For a general model $$y_{i} = \alpha + \beta_{1}X_{1} + \beta_{2}X_{2} + \epsilon_{i}$$ regressing $y_{i}$ on $X_{1}$ alone will result in $\beta_{1}$ being biased given by: $$plim \: \widehat{\beta}_{1} = \beta_{1} + \beta_{2}\frac{Cov(X_{1},X_{2})}{Var(X_{1})}$$

Now I stumbled across a paper which has a model of the form $$S_{i} = \alpha D_{i} + \beta P_{i} + u_{i}$$ without any other variables and no intercept. The true value of $\beta$ is supposed to be zero because the event $S$ precedes event $P$. The authors then state the omitted variable bias of the two coefficients as: $$\widehat{\alpha}_{OLS} = \alpha + \frac{Cov(D,u)Var(P) - Cov(D,P)Cov(P,u)}{Var(D)Var(P) - Cov(D,P)^{2}}$$ and $$\widehat{\beta}_{OLS} = \frac{Cov(P,u)Var(D) - Cov(D,P)Cov(D,u)}{Var(D)Var(P) - Cov(D,P)^{2}}$$

I have tried for a long time now to reproduce this result but I cannot figure out how they arrived at these two bias expressions. The problematic point is that I apparently cannot understand from which OVB formula they start because in their setting it cannot be the usual one for a single variable written above. The paper is by Adda et al. (2011) for which the posed problem can be found on PDF page 52.
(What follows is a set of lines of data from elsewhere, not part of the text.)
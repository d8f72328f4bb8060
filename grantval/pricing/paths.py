"""Correlated risk-neutral share-price paths for market-condition awards.

One :func:`simulate_market` call simulates the company (asset 0) and any
number of peers or indices under correlated geometric Brownian motion and
keeps, per path, only what the awards need: each asset's total shareholder
return over the performance period, its price at the period end and, when a
hurdle is monitored every trading day, the company's highest (averaged) price
and the first day each requested hurdle is reached.  Many awards sharing the
assets and dates are then valued on the same simulation
(:mod:`grantval.pricing.market_condition`).

Method (see ``docs/market-conditions.md``):

- under the risk-neutral measure ``d ln S_a = (r - q_a - sigma_a^2/2) dt +
  sigma_a dW_a`` with ``corr(dW_a, dW_b) = rho_ab``; the total-return index
  (dividends reinvested) is ``S_a(t) e^{q_a t}``;
- exact log-normal steps, taken only on the trading days that matter (the
  averaging days at each end of the period; every day for the company alone
  when ``daily=True``); a long step is one normal draw, so the law of the
  prices on those days is exact whatever the step length;
- the correlated normals are ``L z`` with ``L`` the Cholesky factor of the
  correlation matrix (rows for zero pivots of a singular, positive
  semi-definite matrix are handled exactly);
- antithetic variates: paths ``2i`` and ``2i + 1`` use ``z`` and ``-z``;
- a seeded generator (``numpy.random.default_rng(seed)``, PCG64), paths
  simulated in fixed-size blocks, so a rerun with the same arguments is
  identical.

Times are trading days, 252 a year: the period has ``days = round(252 T)``
trading days and ``T = days / 252`` is used throughout.
"""

from __future__ import annotations

from dataclasses import dataclass, field

import numpy as np

from grantval.errors import InputError
from grantval.pricing._inputs import FINITE, NON_NEGATIVE, POSITIVE, as_float_array, check

#: trading days per year
TRADING_DAYS = 252
#: paths simulated when ``paths`` is not given
DEFAULT_PATHS = 100_000
#: most paths accepted (8 bytes are kept per path and asset, plus 8 to 20 per path:
#: 1.8 GB at 10,000,000 paths and 21 assets)
MAX_PATHS = 10_000_000
#: seed used when ``seed`` is not given, so reruns are identical
DEFAULT_SEED = 20261202
#: working-array budget per block, in path-days (keeps daily paths out of memory)
_BLOCK_PATH_DAYS = 4_000_000
#: most antithetic pairs per block
_MAX_BLOCK_PAIRS = 16_384


@dataclass
class MarketSimulation:
    """Per-path results of :func:`simulate_market` (read-only by convention).

    Attributes
    ----------
    share_price, volatility, dividend_yield : ndarray, shape (assets,)
        The inputs per asset; asset 0 is the company.
    rate : float
        Risk-free rate, continuously compounded decimal per year.
    days : int
        Trading days in the performance period (from the valuation date).
    term : float
        ``days / 252``, years.
    averaging_days : int
        Trading days averaged at each end of the period.
    tsr : ndarray, shape (paths, assets), float32
        Total shareholder return of each asset over the period, decimal.
    end_price : ndarray, shape (paths, assets), float32
        Share price of each asset on the last day of the period.
    end_average : ndarray, shape (paths,)
        The company's average share price over the last ``averaging_days``
        trading days of the period (its price on the last day when 1).
    max_price : ndarray, shape (paths,) or None
        With ``daily=True``: the company's highest ``averaging_days``-day
        average price over the period (day 0 included), else None.
    hurdles : ndarray, shape (hurdles,)
        The hurdle prices whose first-passage days were recorded.
    hit_day : ndarray, shape (paths, hurdles), int32
        First trading day on which the monitored company price is at or above
        each hurdle; ``days + 1`` when never reached in the period.
    antithetic : bool
        Whether paths ``2i, 2i+1`` are antithetic pairs (else independent).
    seed : int
        Seed of the generator.
    """

    share_price: np.ndarray
    volatility: np.ndarray
    dividend_yield: np.ndarray
    rate: float
    days: int
    term: float
    averaging_days: int
    tsr: np.ndarray
    end_price: np.ndarray
    end_average: np.ndarray
    max_price: np.ndarray | None
    hurdles: np.ndarray
    hit_day: np.ndarray
    antithetic: bool
    seed: int
    cache: dict = field(default_factory=dict, repr=False)

    @property
    def paths(self) -> int:
        """Number of simulated paths."""
        return self.tsr.shape[0]

    @property
    def assets(self) -> int:
        """Number of assets (company first)."""
        return self.tsr.shape[1]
If someone could point towards the right direction I would be most grateful.

  • $\begingroup$ The high "viewed" figure for this question suggests this is high in search engine results (it's certainly first page for google in "omitted variable bias multiple variables" or "omitted variable bias more than one variables"); I wonder if those viewers are getting quite what they expected with this question, given that the bias in the paper wasn't actually OVB? $\endgroup$
    – Silverfish
    Commented Mar 27, 2015 at 14:26
  • $\begingroup$ One possibility might be retitling the question so that future readers (or people who see the link on their search engine) just see "bias in Adda et al (2011)" or something similar, instead of a direct reference to OVB. Or making a direct reference to it being bias due to endogeneity instead? $\endgroup$
    – Silverfish
    Commented Mar 27, 2015 at 14:27
  • $\begingroup$ @Silverfish I see the point. If you want you can make the edit as it seems a meaningful change of the title. $\endgroup$
    – Andy
    Commented Mar 27, 2015 at 14:39
  • $\begingroup$ @Silverfish considering the fact that the question is on the site for almost two years the number of views is also not that high $\endgroup$
    – Andy
    Commented Mar 27, 2015 at 15:01
  • 1
    $\begingroup$ Feel free to revert/re-edit if you don't like what I've done. $\endgroup$
    – Silverfish
    Commented Mar 27, 2015 at 15:28

1 Answer 1


The "bias" they are mentioning in appendix A of the article is not the omitted variables bias, but a bias due to possible endogeneity. (They mention it several times in the article, and specifically in page 11 of the PDF, in the bottom part).
The estimator formulas that are mentioned in the Appendix are the regular OLS estimator formulas for 2 variables, as can be found in page 8 here:

For $S_{i} = \alpha D_{i} + \beta P_{i} + u_{i}$:

$\widehat{\alpha}_{OLS} = \frac{Cov(D,S)Var(P) - Cov(D,P)Cov(P,S)}{Var(D)Var(P) - Cov(D,P)^{2}} = \alpha + \frac{Cov(D,u)Var(P) - Cov(D,P)Cov(P,u)}{Var(D)Var(P) - Cov(D,P)^{2}}$

$\widehat{\beta}_{OLS} = \frac{Cov(P,S)Var(D) - Cov(D,P)Cov(D,S)}{Var(D)Var(P) - Cov(D,P)^{2}} = \beta+ \frac{Cov(P,u)Var(D) - Cov(D,P)Cov(D,u)}{Var(D)Var(P) - Cov(D,P)^{2}}$

They stated the $\beta$ equals 0, and that's how they got the formulas in the article. Again - the possible bias that they are mentioning is because of a possible endogeneity, not because any ommision.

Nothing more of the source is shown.